4 CommentsLeave a Comment

  1. rebe says:

    Hey Dean,

    I agree with the use of scientific/latin-based ingredients and the difficulties interpreting them vs the use of plain English such as Made From Earth offers.

    Tho I am not familiar with the product line, I visited their website and give them lots of points for promoting companies such as Campaign for Safe Cosmetics and referencing EWG (read about Suncreen ingredients)…one of the top independent consumer researchers for healthy and safe products et al.

    Although not personally a fan of firming serums, glad to know there is a healthy one that makes you feel good about applying it!

    Thanks for stopping by and leaving a comment.

    Rebe

  2. Dean M says:

    I like the Made from Earth website because they list all their ingredients in plain English. On the box every ingredient has the standard latin based name and the English explanation of it. For example, “butyrospermum parkii butter – shea butter”. Very convenient.

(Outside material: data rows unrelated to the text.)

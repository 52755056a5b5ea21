// A workspace check (rules/api.ts WorkspaceCheck) in the language server: `handle-types-indistinct`
// reports a C handle type that reaches Rust as `*mut c_void` when another one anywhere in the
// workspace does too, so an edit in one kernel changes findings in another that shares no name
// with it. The engine keeps the gathered items per file (Engine.refreshLayer); after every edit
// its findings must equal a fresh analysis of the same texts (the oracle), and the finding must
// come and go in the untouched kernel.

import { afterAll, describe, expect, test } from "vitest";
import * as fs from "node:fs";
import * as os from "node:os";
import * as path from "node:path";
import { Workspace } from "../../server/src/analysis/workspace.js";
import { Engine } from "../../server/src/lsp/engine.js";
import type { Finding } from "../../server/src/rules/api.js";
import { replaceFirst } from "../helpers/edits.js";

const dir = fs.mkdtempSync(path.join(os.tmpdir(), "ferrule-wscheck-"));
afterAll(() => fs.rmSync(dir, { recursive: true, force: true }));

// two kernels of a lightning-detector front end that share nothing
const FILES: Record<string, string> = {
  "strike/strike.h": "#include <stdint.h>\ntypedef struct ld_strike ld_strike;\nld_strike *ld_strike_new(void);\nvoid ld_strike_free(ld_strike *s);\n",
  "strike/strike.rs": [
    "use core::ffi::c_void;",
    "pub struct Strike { n: u32 }",
    "#[unsafe(no_mangle)]",
    "pub extern \"C\" fn ld_strike_new() -> *mut c_void {",
    "    Box::into_raw(Box::new(Strike { n: 0 })) as *mut c_void",
    "}",
    "#[unsafe(no_mangle)]",
    "pub unsafe extern \"C\" fn ld_strike_free(s: *mut c_void) {",
    "    if !s.is_null() { drop(unsafe { Box::from_raw(s as *mut Strike) }); }",
    "}",
    "",
  ].join("\n"),
  "noise/noise.h": "#include <stdint.h>\ntypedef struct ld_noise ld_noise;\nvoid ld_noise_reset(ld_noise *n);\n",
  "noise/noise.rs": [
    "pub struct LdNoise { floor: f32 }",
    "#[unsafe(no_mangle)]",
    "pub unsafe extern \"C\" fn ld_noise_reset(n: *mut LdNoise) {",
    "    if let Some(n) = unsafe { n.as_mut() } { n.floor = 0.0; }",
    "}",
    "",
  ].join("\n"),
};
for (const [rel, text] of Object.entries(FILES)) {
  fs.mkdirSync(path.dirname(path.join(dir, rel)), { recursive: true });
  fs.writeFileSync(path.join(dir, rel), text);
}
const NOISE_RS = path.join(dir, "noise/noise.rs");
const STRIKE_RS = path.join(dir, "strike/strike.rs");
const NOISE_H = path.join(dir, "noise/noise.h");

const key = (f: Finding) => `${f.rule}|${path.relative(dir, f.range.file)}|${f.range.line}:${f.range.col}|${f.message}|${f.related.map((r) => `${path.relative(dir, r.range.file)}:${r.range.line}`).join(",")}`;
const indistinctIn = (fs_: Finding[], file: string) => fs_.filter((f) => f.rule === "handle-types-indistinct" && f.range.file === file).length;

describe("workspace checks in the language server", () => {
  test("an edit in one kernel adds and removes findings in another; equal to a fresh analysis after every edit", async () => {
    const engine = new Engine(await Workspace.create());
    engine.scan([dir]);
    expect(indistinctIn(engine.analyze(true).findings, STRIKE_RS)).toBe(0); // one c_void handle type: nothing to confuse
    const texts = new Map<string, string>();
    for (const f of [NOISE_RS, STRIKE_RS, NOISE_H]) {
      texts.set(f, fs.readFileSync(f, "utf8"));
      engine.open(f, texts.get(f)!, 1);
    }
    engine.analyze();
    let version = 1;
    const edit = async (file: string, from: string, to: string) => {
      const c = replaceFirst(texts.get(file)!, from, to);
      engine.change(file, [{ range: c.range, text: to }], ++version);
      texts.set(file, c.after);
      const res = engine.analyze();
      const fresh = await Workspace.create();
      fresh.loadAll([dir]);
      for (const [f, tx] of texts) fresh.update(f, tx);
      expect(res.findings.map(key).sort(), `${from} → ${to}`).toEqual(fresh.check().map(key).sort());
      return res;
    };
    // the noise kernel's handle becomes *mut c_void: now both kernels have findings
    let r = await edit(NOISE_RS, "pub unsafe extern \"C\" fn ld_noise_reset(n: *mut LdNoise) {\n    if let Some(n) = unsafe { n.as_mut() } { n.floor = 0.0; }", "pub unsafe extern \"C\" fn ld_noise_reset(n: *mut core::ffi::c_void) {\n    if let Some(n) = unsafe { (n as *mut LdNoise).as_mut() } { n.floor = 0.0; }");
    expect(r.scope).not.toBe("full");
    expect(indistinctIn(r.findings, STRIKE_RS)).toBe(2);
    expect(indistinctIn(r.findings, NOISE_RS)).toBe(1);
    expect(r.affected === "all" || r.affected.has(STRIKE_RS)).toBe(true); // republished though not re-checked
    // lines inserted above the strike kernel's functions: its findings move with them
    r = await edit(STRIKE_RS, "pub struct Strike { n: u32 }", "// strike counter\n\npub struct Strike { n: u32 }");
    expect(indistinctIn(r.findings, STRIKE_RS)).toBe(2);
    // the header's name for the type changes (a header edit: another scope)
    r = await edit(NOISE_H, "typedef struct ld_noise ld_noise;\nvoid ld_noise_reset(ld_noise *n);", "typedef struct ld_noise_state ld_noise_state;\nvoid ld_noise_reset(ld_noise_state *n);");
    expect(r.findings.some((f) => f.rule === "handle-types-indistinct" && f.message.includes("ld_noise_state"))).toBe(true);
    // back to a typed handle: the strike kernel's findings go away too
    r = await edit(NOISE_RS, "ld_noise_reset(n: *mut core::ffi::c_void)", "ld_noise_reset(n: *mut LdNoise)");
    expect(indistinctIn(r.findings, STRIKE_RS)).toBe(0);
    engine.dispose();
  });
});
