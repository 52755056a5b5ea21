// walkFile (the whole-file walks of the C/C++ extractors, which leave function bodies out) takes
// its nodes from one search per tree that drops what lies in function bodies. Each walk must visit
// exactly the nodes walkTypes visits with a search of its own, in the same order: checked here for
// the walks' type lists and return rules, on every C/C++ fixture and on source whose bodies hold
// lambdas, local classes with member functions, nested blocks and calls.
import { beforeAll, describe, expect, test } from "vitest";
import * as fs from "node:fs";
import * as path from "node:path";
import { initParsers, parseText, langOf, type Node } from "../../server/src/parse/parser.js";
import { forgetWalks, walkFile, walkTypes } from "../../server/src/extract/common.js";

beforeAll(async () => {
  await initParsers();
});

const C_VISITED = [
  "preproc_include", "preproc_def", "preproc_call", "function_definition", "declaration", "field_declaration", "type_definition",
  "struct_specifier", "union_specifier", "enum_specifier", "call_expression", "static_assert_declaration", "class_specifier",
  "template_declaration", "compound_statement",
];
/** The type lists and return rules of the whole-file walks in c.ts, macros.ts and the plugins. */
const WALKS: [string, string[], (n: Node) => boolean | void][] = [
  ["c.ts", C_VISITED, (n) => (["struct_specifier", "union_specifier", "enum_specifier", "call_expression"].includes(n.type) ? undefined : false)],
  ["macros", ["preproc_def", "function_definition", "compound_statement"], () => false],
  ["buffers consts", ["class_specifier", "struct_specifier", "preproc_def", "enumerator", "compound_statement"], (n) => (n.type === "compound_statement" ? false : undefined)],
  ["buffers globals", ["function_definition", "class_specifier", "compound_statement", "declaration"], () => false],
  ["buffers fns", ["function_definition"], () => false],
  ["nullability", ["compound_statement", "parameter_declaration"], () => false],
  ["ownership", ["class_specifier", "struct_specifier", "function_definition"], (n) => (n.type === "function_definition" ? false : undefined)],
];

function visits(text: string, lang: "c" | "cpp", useFile: boolean): string[][] {
  const tree = parseText(lang, text);
  try {
    return WALKS.map(([, types, rule]) => {
      const out: string[] = [];
      const visit = (n: Node) => {
        out.push(`${n.type}@${n.startIndex}-${n.endIndex}`);
        return rule(n);
      };
      if (useFile) walkFile(tree.rootNode, types, visit);
      else walkTypes(tree.rootNode, types, visit);
      return out;
    });
  } finally {
    forgetWalks(tree);
    tree.delete();
  }
}

function sources(dir: string): string[] {
  const out: string[] = [];
  for (const e of fs.readdirSync(dir, { withFileTypes: true })) {
    const p = path.join(dir, e.name);
    if (e.isDirectory()) out.push(...sources(p));
    else if (langOf(p) === "c" || langOf(p) === "cpp") out.push(p);
  }
  return out;
}

const NESTED = `
#include <stddef.h>
#define GAIN 4
struct hydrophone { float gain; int ch; };
static const float taps[GAIN] = { 1, 2, 3, 4 };
namespace sonar {
class beamformer {
 public:
  void steer(float *w, size_t n) {
    struct local { int k; void bump() { k += helper(k); } };
    auto f = [&](int i) { struct inner { void go() { call_inner(); } }; return w[i] * 2.0f; };
    for (size_t i = 0; i < n; i++) { { w[i] = f((int)i); } if (n) { scale(w, n); } }
  }
  int taps_used(void) const { return GAIN; }
};
}
extern "C" int sonar_steer(float *w, size_t n) { sonar::beamformer b; b.steer(w, n); return 0; }
auto top_lambda = [](int x) { struct in_lambda { void m() { deep_call(); } }; return x; };
int after(int a) try { return a; } catch (...) { { return -1; } }
`;

describe("walkFile", () => {
  test("visits what walkTypes visits, on nested bodies", () => {
    for (const lang of ["c", "cpp"] as const) {
      const full = visits(NESTED, lang, false);
      expect(visits(NESTED, lang, true)).toEqual(full);
    }
    // real outcomes, not only agreement: the body-skipping walks reach the members and the
    // functions of the class in the lambda at file scope, and no call in a body
    const [cWalk, , , , fns] = visits(NESTED, "cpp", true);
    expect(cWalk!.some((v) => v.startsWith("call_expression@"))).toBe(false);
    // steer, taps_used, sonar_steer, m (in the class in the file-scope lambda), after; not bump or go
    const at = (name: string) => NESTED.indexOf(name);
    expect(fns!.map((v) => Number(v.split("@")[1]!.split("-")[0]))).toEqual([
      at("void steer"), at("int taps_used"), at("int sonar_steer"), at("void m()"), at("int after"),
    ]);
  });

  test("visits what walkTypes visits, on every C/C++ fixture", () => {
    const files = sources(path.resolve(__dirname, "../../test-fixtures"));
    expect(files.length).toBeGreaterThan(20);
    for (const f of files) {
      const text = fs.readFileSync(f, "utf8");
      for (const lang of ["c", "cpp"] as const) {
        expect(visits(text, lang, true), `${f} as ${lang}`).toEqual(visits(text, lang, false));
      }
    }
  });

  test("a walk that would enter a function body is refused", () => {
    const tree = parseText("c", "int f(int a) { return g(a); }\nint h(void) { return 1; }\n");
    try {
      expect(() => walkFile(tree.rootNode, ["function_definition", "call_expression"], () => undefined)).toThrow(/must return false/);
    } finally {
      forgetWalks(tree);
      tree.delete();
    }
  });
});
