// The language server's item-level scope on a larger, realistic file: several generated kernel
// modules (exports, #[repr(C)] types, helpers, planted seam slips) merged into one open Rust file
// of a generated workspace, so that names, headers and blocks of several kernels meet in one
// document. Random edits (signature types, inserted and deleted lines, duplicated lines); after
// every edit the findings must equal a fresh analysis of the same texts.

import { afterAll, describe, expect, test } from "vitest";
import fc from "fast-check";
import * as fs from "node:fs";
import * as os from "node:os";
import * as path from "node:path";
import { fileURLToPath } from "node:url";
import { Workspace } from "../../server/src/analysis/workspace.js";
import { Engine } from "../../server/src/lsp/engine.js";
import type { Finding } from "../../server/src/rules/api.js";

const ROOT = path.resolve(path.dirname(fileURLToPath(import.meta.url)), "../..");
const tmp = fs.mkdtempSync(path.join(os.tmpdir(), "ferrule-merged-"));
afterAll(() => fs.rmSync(tmp, { recursive: true, force: true }));

const key = (ws: string) => (f: Finding) => `${f.rule}|${path.relative(ws, f.range.file)}|${f.range.line}:${f.range.col}-${f.range.endLine}:${f.range.endCol}|${f.message}|${f.related.map((r) => `${path.relative(ws, r.range.file)}:${r.range.line}:${r.range.col}`).join(",")}`;

const TOKENS = ["usize", "u32", "i64", "i32", "f32", "f64", "*mut", "*const", "c_int", "u8", "u64"];

function posAt(text: string, off: number): { line: number; character: number } {
  const before = text.slice(0, off).split("\n");
  return { line: before.length - 1, character: before[before.length - 1]!.length };
}

describe("item-level scope on a merged multi-kernel file", () => {
  test("random edits: findings equal a fresh analysis after every edit", async () => {
    const { generate } = (await import(path.join(ROOT, "scripts", "gen-bench.mjs"))) as { generate: (o: { lines: number; out: string; seed: number }) => unknown };
    const ws = path.join(tmp, "ws");
    generate({ lines: 4000, out: ws, seed: 23 });
    // merge the modules of the crate with the most modules into one file
    const crates = fs.readdirSync(path.join(ws, "crates")).map((c) => path.join(ws, "crates", c, "src"));
    const mods = crates.map((src) => fs.readdirSync(src).filter((f) => f.endsWith(".rs") && f !== "lib.rs").map((f) => path.join(src, f))).sort((a, b) => b.length - a.length)[0]!;
    expect(mods.length).toBeGreaterThanOrEqual(3);
    const big = path.join(path.dirname(mods[0]!), "merged_kernels.rs");
    fs.writeFileSync(big, mods.slice(0, 4).map((m) => fs.readFileSync(m, "utf8")).join("\n"));
    for (const m of mods.slice(0, 4)) fs.rmSync(m);

    const engine = new Engine(await Workspace.create());
    engine.scan([ws]);
    engine.analyze(true);
    let text = fs.readFileSync(big, "utf8");
    engine.open(big, text, 1);
    engine.analyze();
    engine.seed();
    const edit = fc.record({ op: fc.constantFrom("retype", "retype", "retype", "newline", "delete-line", "duplicate-line"), at: fc.integer({ min: 0, max: 9999 }).map((n) => n / 10000), token: fc.constantFrom(...TOKENS) });
    const script = fc.sample(fc.array(edit, { minLength: 14, maxLength: 14 }), { seed: Number(process.env.FERRULE_FUZZ_SEED ?? 77), numRuns: 1 })[0]!;
    let version = 1;
    const scopes: string[] = [];
    for (const e of script) {
      let start: number, end: number, insert: string;
      const lines = text.split("\n");
      const li = Math.min(lines.length - 1, Math.floor(e.at * lines.length));
      const lineStart = lines.slice(0, li).reduce((n, l) => n + l.length + 1, 0);
      if (e.op === "retype") {
        const found: [number, string][] = [];
        const typePos = (i: number) => [": ", "> ", "t "].includes(text.slice(i - 2, i));
        for (const t of TOKENS) for (let i = text.indexOf(t); i >= 0; i = text.indexOf(t, i + 1)) if (typePos(i)) found.push([i, t]);
        found.sort((a, b) => a[0] - b[0]);
        const [s, t] = found[Math.floor(e.at * found.length)]!;
        [start, end, insert] = [s, s + t.length, e.token];
      } else if (e.op === "newline") [start, end, insert] = [lineStart, lineStart, "\n"];
      else if (e.op === "delete-line") [start, end, insert] = [lineStart, lineStart + lines[li]!.length + 1, ""];
      else [start, end, insert] = [lineStart, lineStart, lines[li]! + "\n"];
      engine.change(big, [{ range: { start: posAt(text, start), end: posAt(text, end) }, text: insert }], ++version);
      text = text.slice(0, start) + insert + text.slice(end);
      const res = engine.analyze();
      scopes.push(res.scope);
      const fresh = await Workspace.create();
      fresh.loadAll([ws]);
      fresh.update(big, text);
      expect(res.findings.map(key(ws)).sort(), `${e.op} at line ${li}`).toEqual(fresh.check().map(key(ws)).sort());
    }
    // most of these edits take the item-level scope (a helper's edit or broken syntax does not)
    expect(scopes.filter((s) => s === "items").length).toBeGreaterThanOrEqual(3);
    engine.dispose();
  }, 180_000);
});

Cause latin and me never really got along too well…

    their face firming serum is amazing…feels healthy and organic, and alot less expensive than the other DMAE serums on the markets

  3. rebe says:

    Hi Laurel,

    Rather typical that a gov’t agency designed to regulate a multi-billion dollar industry can say so much and do so little. :(

    If we look at how some other countries better regulate ingredients in skin care and cosmetic products proven to be toxic or cancer causing, like Canada and UK, it certainly does boggle the mind why the FDA/US doesn’t do more to protect.

    That’s why its up to us, the consumers, to become educated. There’s a an effective, grassroots cosmetic consumer group that has had made tremendous headway in bringing attention to those cosmetic / skincare manufacturing companies using toxic ingredients. Many have complied and made changes because those of us who ‘buy’ have our own power where it counts.

    Thanks Laurel, for your thoughtful comments.

  4. Laurel Anderson says:

    I was at a conference at Organic Expo East in Washington and I learned that in the FDA book of regulations thousands of pages long, there were about 20 pages dedicated to the laws concerning ingredients in cosmetics and skin care products.The Federal government leaves this to the individual companies who manufacture their products, so there is no regulation at all. To think the skin is our largest organ, where anything applied is absorbed into the body, and there is no regulation on the ingredients that go into the products that are used day after day for all the years of our lives, it is mind boggling. We need people like you to give us a heads up.thank you!